Spontaneous formation of vesicles from the self-assembly of two specific surfactants, one zwitterionic (oleyl amidopropyl betaine, OAPB) and the other anionic (Aerosol-OT, AOT), is explored in water using small-angle scattering techniques. Two factors were found to be critical in the formation of vesicles: surfactant ratio, as AOT concentrations less than equimolar with OAPB result in cylindrical micelles or mixtures of micellar structures, and salt concentration, whereby increasing the amount of NaCl promotes vesicle formation by reducing headgroup repulsions. Small-angle neutron scattering measurements reveal that the vesicles are approximately 30-40 nm in diameter, depending on sample composition.
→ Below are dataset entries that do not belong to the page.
#include "store/checkpoints.hpp"

#include <SQLiteCpp/Statement.h>
#include <fmt/format.h>

#include <fstream>
#include <sstream>

#include "core/errors.hpp"
#include "store/audit_trail.hpp"
#include "store/recorder.hpp"

namespace plumb::store {

using nlohmann::json;

std::string checkpoint_statement(const Checkpoint& c) {
  // Plain lines rather than JSON: an inspector can rebuild it by hand and check it with `openssl pkeyutl`.
  return fmt::format("plumb audit checkpoint\nnumber: {}\nrecords: {}\nhead: {}\nsigned at: {}\ncovers: {}\n", c.number,
                     c.records, c.head_hash, c.signed_at, c.covers);
}

Checkpoint checkpoint_from_row(SQLite::Statement& q) {
  Checkpoint c;
  c.number = q.getColumn(0).getInt64();
  c.records = q.getColumn(1).getInt64();
  c.head_hash = q.getColumn(2).getString();
  c.signed_at = q.getColumn(3).getString();
  c.covers = q.getColumn(4).getString();
  c.public_key = q.getColumn(5).getString();
  c.signature = q.getColumn(6).getString();
  return c;
}

std::optional<Checkpoint> latest_checkpoint(SQLite::Database& db) {
  if (!db.tableExists("checkpoints")) return std::nullopt;
  SQLite::Statement q(db, fmt::format("SELECT {} FROM checkpoints ORDER BY number DESC LIMIT 1", checkpoint_columns));
  if (!q.executeStep()) return std::nullopt;
  return checkpoint_from_row(q);
}

std::optional<Checkpoint> checkpoint_covering(SQLite::Database& db, std::int64_t seq) {
  if (!db.tableExists("checkpoints")) return std::nullopt;
  SQLite::Statement q(
      db, fmt::format("SELECT {} FROM checkpoints WHERE records >= ? ORDER BY number LIMIT 1", checkpoint_columns));
  q.bind(1, seq);
  if (!q.executeStep()) return std::nullopt;
  return checkpoint_from_row(q);
}

std::optional<Checkpoint> checkpoint_covering_row(SQLite::Database& db, const std::string& table,
                                                  const std::string& row_key) {
  SQLite::Statement q(db, "SELECT seq FROM audit_log WHERE table_name = ? AND row_key = ? ORDER BY seq LIMIT 1");
  q.bind(1, table);
  q.bind(2, row_key);
  if (!q.executeStep()) return std::nullopt;
  return checkpoint_covering(db, q.getColumn(0).getInt64());
}

std::optional<Checkpoint> write_checkpoint(SQLite::Database& db, const LabKey& key, std::int64_t first_of_command) {
  SQLite::Statement tail(db, "SELECT seq, hash FROM audit_log ORDER BY seq DESC LIMIT 1");
  Checkpoint c;
  c.head_hash = genesis_hash();
  if (tail.executeStep()) {
    c.records = tail.getColumn(0).getInt64();
    c.head_hash = tail.getColumn(1).getString();
  }
  const auto last = latest_checkpoint(db);
  if (last && last->records == c.records) return std::nullopt;
  c.number = last ? last->number + 1 : 1;
  c.signed_at = utc_timestamp();
  const std::int64_t before = first_of_command == 0 ? c.records : first_of_command - 1;
  c.covers = !last && before > 0 ? "records before checkpoints" : "command";
  c.public_key = key.public_hex();
  c.signature = key.sign(checkpoint_statement(c));
  SQLite::Statement insert(
      db, fmt::format("INSERT INTO checkpoints ({}) VALUES (?, ?, ?, ?, ?, ?, ?)", checkpoint_columns));
  insert.bind(1, c.number);
  insert.bind(2, c.records);
  insert.bind(3, c.head_hash);
  insert.bind(4, c.signed_at);
  insert.bind(5, c.covers);
  insert.bind(6, c.public_key);
  insert.bind(7, c.signature);
  insert.exec();
  return c;
}

json checkpoint_json(const Checkpoint& c) {
  return {{"plumb_checkpoint", 1},    {"number", c.number}, {"records", c.records},       {"head_hash", c.head_hash},
          {"signed_at", c.signed_at}, {"covers", c.covers}, {"public_key", c.public_key}, {"signature", c.signature}};
}

Checkpoint read_checkpoint_file(const std::filesystem::path& file, const std::string& option) {
  std::ifstream in(file, std::ios::binary);
  if (!in) throw InputError(fmt::format("{} \"{}\" cannot be read.", option, file.string()));
  std::ostringstream text;
  text << in.rdbuf();
  const json j = json::parse(text.str(), nullptr, false);
  if (!j.is_object() || !j.contains("plumb_checkpoint"))
    throw InputError(fmt::format("{} \"{}\" is not a checkpoint exported by `plumb audit checkpoint export`.", option,
                                 file.string()));
  const auto integer = [&](const char* field) {
    if (!j.contains(field) || !j[field].is_number_integer() || j[field].get<std::int64_t>() < 0)
      throw InputError(fmt::format("{} \"{}\": field {} must be a whole number.", option, file.string(), field));
    return j[field].get<std::int64_t>();
  };
  const auto text_field = [&](const char* field) {
    if (!j.contains(field) || !j[field].is_string())
      throw InputError(fmt::format("{} \"{}\": field {} must be a text.", option, file.string(), field));
    return j[field].get<std::string>();
  };
  Checkpoint c;
  c.number = integer("number");
  c.records = integer("records");
  c.head_hash = text_field("head_hash");
  c.signed_at = text_field("signed_at");
  c.covers = text_field("covers");
  c.public_key = text_field("public_key");
  c.signature = text_field("signature");
  return c;
}

}  // namespace plumb::store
Small-angle X-ray scattering measurements suggest preferential partitioning of OAPB molecules on the vesicle inner layer to support vesicular packing. Heating the vesicles to physiological temperature (37 °C) causes them to collapse into smaller ellipsoidal micelles (2-3 nm), with higher salt concentrations (≥10 mM) inhibiting this transition. These aggregates could serve as responsive carriers for loading or unloading of aqueous cargoes such as drugs and pharmaceuticals, with temperature changes serving as a simple release/uptake mechanism.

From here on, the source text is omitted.